Seorang pengemudi – atau penyedia layanan pengiriman – di atas kertas adalah agregator, wiraswasta, “mitra” bagi berbagai pengusaha. Siapa pun yang memiliki kendaraan dan lisensi dapat mengubah propertinya menjadi usaha. Pengemudi memutuskan kapan dan berapa lama untuk terhubung ke platform yang menerima panggilan penumpang. Pengemudi juga mempunyai pilihan untuk menolak perjalanan. Namun disitulah otonomi “pendiri” berakhir. Dari saat pekerja menyalakan aplikasi hingga mematikannya, pekerjaan dikontrol oleh platform. Saat berkendara, mereka tidak punya banyak waktu untuk bereaksi, memperkirakan jarak dan tarif – karena sebagian besar pengemudi harus bersikap pasif terhadap instruksi platform. Aplikasi ini melacak lokasi, kecepatan, dan tingkat penerimaan permintaan pelanggan. Mereka memiliki jumlah maksimum layanan yang dapat mereka tolak. Berapa banyak yang dibayar pelanggan dan berapa banyak yang dibayarkan kepada pengemudi ditentukan oleh suatu algoritma. Platform ini tahu banyak tentang pengemudinya, namun rutenya tidak jelas bagi mereka. Terkadang, aplikasi tersebut tampak seperti manipulator yang unggul – penelitian menunjukkan, misalnya, bahwa Uber meminjam wawasan dari ilmu perilaku untuk “mendorong” pengemudi agar bekerja lebih lama. Namun, bukan hal yang mustahil jika perekonomian tidak menyediakan cukup lapangan kerja untuk mendapatkan penghidupan yang layak, sehingga masyarakat terpaksa harus bekerja lebih lama dan lebih ketat. Dikelola oleh bos tak berwajah, keterasingan pengemudi dari sistem diperkuat oleh kekuatan pengendara untuk menilai perjalanan. Penelitian telah menunjukkan bahwa persepsi mengenai daya tawar dan ketidakberdayaan secara de facto menumbuhkan sikap negatif pada pengemudi, yang sebagian besar bergantung pada penumpang.

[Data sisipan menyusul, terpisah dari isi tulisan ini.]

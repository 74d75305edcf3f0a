/** A layer over node:fs that counts every step by which a program changes files below one directory, and can stop the
 *  program at any of them. It replaces the functions of node:fs themselves, so whatever code runs on top is not changed
 *  and need not know.
 *
 *      steps       create, link, rename, unlink, write, truncate, chmod, fsync (of files and of directories)
 *      stops       'kill'   the process kills itself (SIGKILL) just before a step; 'kill half', when a write is half done
 *                  'die'    the same without a death: the step and all that follow throw and change nothing
 *                  'fail'   the step throws an error of the file system, once or from then on
 *      sabotage    the program's syncs or its order of writing are broken on purpose, to see the harness notice
 *
 *  Files and directories have numbers of the layer's own: a name may come to stand for another file, a number never.
 *  Only the synchronous functions are covered; liveFiles() lets a test make sure that nothing went past the layer. What
 *  SQLite does with its files is not seen. */

import fs from 'node:fs';
import { syncBuiltinESMExports } from 'node:module';
import { basename, dirname, join, relative, resolve } from 'node:path';
import { fileURLToPath } from 'node:url';

interface Place {
  readonly directory: number;
  readonly name: string;
}

export type Step =
  | { readonly op: 'create'; readonly id: number; readonly at: Place; readonly kind: 'file' | 'directory' }
  | { readonly op: 'link'; readonly id: number; readonly at: Place }
  | { readonly op: 'rename'; readonly id: number; readonly from: Place; readonly to: Place }
  | { readonly op: 'unlink'; readonly id: number; readonly at: Place }
  | { readonly op: 'write'; readonly id: number; readonly offset: number; readonly bytes: Buffer }
  | { readonly op: 'truncate'; readonly id: number; readonly size: number }
  | { readonly op: 'chmod'; readonly id: number; readonly mode: number }
  | { readonly op: 'fsync'; readonly id: number };

/** The root directory's number. */
export const ROOT = 0;

export interface Stop {
  /** The number of a step, from 1. */
  readonly at: number;
  readonly how: 'kill' | 'kill half' | 'die' | 'die half' | 'fail' | 'fail from then on';
  /** For 'fail': an error code of the system, such as ENOSPC. */
  readonly code?: string;
}

export type Sabotage = 'no file sync' | 'no directory sync' | 'rename before write';

export interface LayerOptions {
  /** Everything below it is watched. */
  readonly root: string;
  readonly stop?: Stop;
  readonly sabotage?: Sabotage;
  /** Hears of each step when it is done. */
  readonly onStep?: (step: Step, number: number, path: string) => void;
}

export interface Layer {
  /** Steps so far, those that were stopped not among them. */
  steps(): number;
  /** What is stopped from now on; step numbers count on. */
  stopAt(stop: Stop | null): void;
  /** Whether the program would be dead. */
  died(): boolean;
  /** Takes the layer away. */
  remove(): void;
}

/** What is thrown in place of a death. */
export class Died extends Error {
  override readonly name = 'Died';
}

const original = { ...fs };
const ERRNO: Readonly<Record<string, number>> = { EIO: -5, EACCES: -13, ENOSPC: -28, EROFS: -30 };
/** What needs no room on a disk. */
const ROOMLESS = new Set<Step['op']>(['unlink', 'truncate', 'chmod', 'fsync', 'rename']);

interface OpenFile {
  readonly id: number;
  readonly path: string;
  readonly appends: boolean;
  position: number;
}

/** Lays the layer over node:fs. One at a time. */
export function installLayer({ root: given, stop: firstStop, sabotage, onStep }: LayerOptions): Layer {
  const root = resolve(given);
  const ids = new Map<string, number>([[root, ROOT]]);
  const open = new Map<number, OpenFile>();
  /** For 'rename before write': what waits until the file has its name, by path. */
  const deferred = new Map<string, (() => void)[]>();
  let nextId = ROOT + 1;
  let count = 0;
  let stop = firstStop ?? null;
  let dead = false;

  for (const path of walk(root)) ids.set(path, nextId++);

  const isWatched = (path: string) => path === root || path.startsWith(`${root}/`);
  const placeOf = (path: string): Place => {
    const directory = ids.get(dirname(path));
    if (directory === undefined) throw new Error(`the layer does not know ${dirname(path)}`);
    return { directory, name: basename(path) };
  };

  /** One step: counted, perhaps stopped, done, told. @param half  for writes: does the first half */
  function take<T>(step: Step, path: string, perform: () => T, half?: () => void): T {
    if (dead) throw new Died();
    const number = count + 1;
    if (stop !== null && (number === stop.at || (stop.how === 'fail from then on' && number > stop.at)))
      endOrFail(stop, step, path, half);
    const result = perform();
    count = number;
    onStep?.(step, number, path);
    return result;
  }

  function endOrFail({ how, code = 'EIO' }: Stop, step: Step, path: string, half?: () => void): void {
    if (how.endsWith('half')) half?.();
    if (how === 'kill' || how === 'kill half') {
      process.kill(process.pid, 'SIGKILL');
      for (;;);
    }
    if (how.startsWith('die')) {
      dead = true;
      throw new Died();
    }
    if (how === 'fail from then on' && code === 'ENOSPC' && ROOMLESS.has(step.op)) return;
    // A disk that is full takes the first bytes.
    if (code === 'ENOSPC') half?.();
    throw systemError(code, step.op, path);
  }

  function create(
    path: string,
    kind: 'file' | 'directory',
    perform: () => number | undefined,
  ): number | undefined {
    const id = nextId;
    const result = take({ op: 'create', id, at: placeOf(path), kind }, path, perform);
    nextId += 1;
    ids.set(path, id);
    return result;
  }

  function openSync(path: fs.PathLike, flags: fs.OpenMode = 'r', mode?: fs.Mode | null): number {
    const at = pathOf(path);
    const wanted = typeof flags === 'number' ? flagsOf(flags) : String(flags);
    if (!isWatched(at)) return original.openSync(path, flags, mode);
    const writes = wanted !== 'r' && wanted !== 'rs';
    const exists = original.existsSync(at);
    const opens = () => original.openSync(at, flags, mode ?? undefined);
    // What is read again before it has its name cannot wait.
    if (!writes) flush(at);
    let descriptor: number;
    if (writes && !exists && !wanted.startsWith('r')) descriptor = create(at, 'file', opens) as number;
    else {
      const id = ids.get(at);
      if (id === undefined) return opens();
      const empties = wanted.startsWith('w') && !wanted.includes('x') && original.statSync(at).size > 0;
      descriptor = empties ? take({ op: 'truncate', id, size: 0 }, at, opens) : opens();
    }
    const id = ids.get(at) as number;
    open.set(descriptor, { id, path: at, appends: wanted.startsWith('a'), position: 0 });
    return descriptor;
  }

  function closeSync(descriptor: number): void {
    const file = open.get(descriptor);
    open.delete(descriptor);
    const waiting = file === undefined ? undefined : deferred.get(file.path);
    if (waiting === undefined) original.closeSync(descriptor);
    else waiting.push(() => original.closeSync(descriptor));
  }

  function writeSync(descriptor: number, data: NodeJS.ArrayBufferView | string, ...rest: unknown[]): number {
    const file = open.get(descriptor);
    if (file === undefined)
      return (original.writeSync as (...all: unknown[]) => number)(descriptor, data, ...rest);
    const { bytes, position } = writeArguments(data, rest);
    const write = () => writeBytes(descriptor, file, Buffer.from(bytes), position);
    if (sabotage !== 'rename before write' || file.appends) return write();
    deferred.set(file.path, [...(deferred.get(file.path) ?? []), write]);
    return bytes.length;
  }

  function writeBytes(descriptor: number, file: OpenFile, bytes: Buffer, position: number | null): number {
    const offset = file.appends ? original.fstatSync(descriptor).size : (position ?? file.position);
    const perform = (part: Buffer) =>
      original.writeSync(descriptor, part, 0, part.length, file.appends ? null : offset);
    const step: Step = { op: 'write', id: file.id, offset, bytes };
    const done = take(
      step,
      file.path,
      () => perform(bytes),
      () => {
        const part = bytes.subarray(0, Math.floor(bytes.length / 2));
        perform(part);
        onStep?.({ op: 'write', id: file.id, offset, bytes: part }, count, file.path);
      },
    );
    if (position === null && !file.appends) file.position = offset + done;
    return done;
  }

  function fsyncSync(descriptor: number): void {
    const file = open.get(descriptor);
    if (file === undefined) {
      original.fsyncSync(descriptor);
      return;
    }
    const skipped = original.fstatSync(descriptor).isDirectory() ? 'no directory sync' : 'no file sync';
    if (sabotage === skipped) return;
    // Nothing is synced in truth: a killed process loses nothing by it, and a power cut is only a model here.
    const sync = () => take({ op: 'fsync', id: file.id }, file.path, () => undefined);
    const waiting = deferred.get(file.path);
    if (waiting === undefined) sync();
    else waiting.push(sync);
  }

  function ftruncateSync(descriptor: number, size: number | null = 0): void {
    const file = open.get(descriptor);
    const perform = () => original.ftruncateSync(descriptor, size ?? 0);
    if (file === undefined) perform();
    else take({ op: 'truncate', id: file.id, size: size ?? 0 }, file.path, perform);
  }

  function fchmodSync(descriptor: number, mode: fs.Mode): void {
    const file = open.get(descriptor);
    const perform = () => original.fchmodSync(descriptor, mode);
    if (file === undefined) perform();
    else take({ op: 'chmod', id: file.id, mode: Number(mode) }, file.path, perform);
  }

  function chmodSync(path: fs.PathLike, mode: fs.Mode): void {
    const id = ids.get(pathOf(path));
    const perform = () => original.chmodSync(path, mode);
    if (id === undefined) perform();
    else take({ op: 'chmod', id, mode: Number(mode) }, pathOf(path), perform);
  }

  function renameSync(from: fs.PathLike, to: fs.PathLike): void {
    const [source, target] = [pathOf(from), pathOf(to)];
    const id = ids.get(source);
    if (id === undefined || !isWatched(target)) {
      original.renameSync(from, to);
      return;
    }
    const step: Step = { op: 'rename', id, from: placeOf(source), to: placeOf(target) };
    take(step, target, () => original.renameSync(from, to));
    ids.delete(source);
    ids.set(target, id);
    flush(source);
  }

  function flush(path: string): void {
    for (const perform of deferred.get(path) ?? []) perform();
    deferred.delete(path);
  }

  function linkSync(from: fs.PathLike, to: fs.PathLike): void {
    const [source, target] = [pathOf(from), pathOf(to)];
    const id = ids.get(source);
    const perform = () => original.linkSync(from, to);
    if (id === undefined || !isWatched(target)) {
      perform();
      return;
    }
    if (original.existsSync(target)) perform();
    take({ op: 'link', id, at: placeOf(target) }, target, perform);
    ids.set(target, id);
  }

  function unlinkSync(path: fs.PathLike): void {
    const at = pathOf(path);
    const id = ids.get(at);
    if (id === undefined || !original.existsSync(at)) {
      original.unlinkSync(path);
      return;
    }
    take({ op: 'unlink', id, at: placeOf(at) }, at, () => original.unlinkSync(at));
    ids.delete(at);
  }

  function rmSync(path: fs.PathLike, options: fs.RmOptions = {}): void {
    const at = pathOf(path);
    if (!ids.has(at) || !original.existsSync(at)) original.rmSync(path, options);
    else if (original.statSync(at).isDirectory()) throw new Error('the layer removes no directories');
    else unlinkSync(at);
  }

  function mkdirSync(
    path: fs.PathLike,
    options?: fs.MakeDirectoryOptions | fs.Mode | null,
  ): string | undefined {
    const at = pathOf(path);
    const recursive = typeof options === 'object' && options?.recursive === true;
    if (!isWatched(at) || (original.existsSync(at) && !recursive))
      return original.mkdirSync(path, options as never);
    if (original.existsSync(at)) return undefined;
    const first = recursive ? mkdirSync(dirname(at), options) : undefined;
    const mode = typeof options === 'object' ? (options?.mode ?? 0o777) : (options ?? 0o777);
    create(at, 'directory', () => {
      original.mkdirSync(at, { mode });
      return undefined;
    });
    return first ?? at;
  }

  function writeFileSync(
    file: fs.PathOrFileDescriptor,
    data: string | NodeJS.ArrayBufferView,
    options?: fs.WriteFileOptions,
  ): void {
    const { flag = 'w', mode = 0o666 } = typeof options === 'object' && options !== null ? options : {};
    const descriptor = typeof file === 'number' ? file : openSync(file, flag, mode);
    try {
      const { bytes } = writeArguments(data, []);
      for (let done = 0; done < bytes.length; )
        done += writeSync(descriptor, bytes, done, bytes.length - done);
    } finally {
      if (typeof file !== 'number') closeSync(descriptor);
    }
  }

  function appendFileSync(path: fs.PathOrFileDescriptor, data: string | Uint8Array): void {
    writeFileSync(path, data, { flag: 'a' });
  }

  function copyFileSync(from: fs.PathLike, to: fs.PathLike, mode = 0): void {
    if (!isWatched(pathOf(to))) original.copyFileSync(from, to, mode);
    else
      writeFileSync(to, original.readFileSync(from), {
        flag: mode & fs.constants.COPYFILE_EXCL ? 'wx' : 'w',
      });
  }

  const layered = {
    openSync,
    closeSync,
    writeSync,
    fsyncSync,
    fdatasyncSync: fsyncSync,
    ftruncateSync,
    fchmodSync,
    chmodSync,
    renameSync,
    linkSync,
    unlinkSync,
    rmSync,
    mkdirSync,
    writeFileSync,
    appendFileSync,
    copyFileSync,
  };
  replace(layered);
  return {
    steps: () => count,
    stopAt(next) {
      stop = next;
      dead = false;
    },
    died: () => dead,
    remove() {
      replace(
        Object.fromEntries(
          Object.keys(layered).map((name) => [name, original[name as keyof typeof layered]]),
        ),
      );
    },
  };
}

Seorang pelajar Bengaluru menuduh seorang pengemudi becak mengambil ponselnya dan menamparnya. Sopir itu ditangkap dalam waktu dua hari setelah postingannya di media sosial. Di dunia lain, yang juga penuh dengan inkonsistensi dan kekurangan yang mendalam, episode tersebut mungkin akan berjalan berbeda. Karena teknologi tidak berperan sebagai mediator dan interaksi tatap muka tidak banyak berperan dalam meredakan perkelahian, pertengkaran kemungkinan besar akan berakhir dengan teguran keras kepada pengemudi dan siswa yang meminta maaf: Sebuah skenario versi satu, tetap bukan skenario yang sama. solusi sempurna untuk pertanyaan keselamatan dan mobilitas perempuan, namun pengemudi juga tidak mendapatkan pendengaran yang simpatik
Namun, berlatar di Bangalore, rasanya seperti episode kehidupan nyata dari acara TV Black Mirror. Beberapa orang Samaria yang baik hati mengumpulkan uang untuk jaminan pengemudi – Rs. 30.000. Namun setelah dibebaskan dari penjara pada hari Selasa, pengemudi tersebut mendapati dirinya masuk daftar hitam oleh platform ride-hailing. Juri masih belum mengetahui seberapa besar kerugian yang dialami pengemudi disebabkan oleh algoritma dan seberapa banyak pembatalan dilakukan oleh anak-anak jagoan yang menjalankan aplikasi tersebut.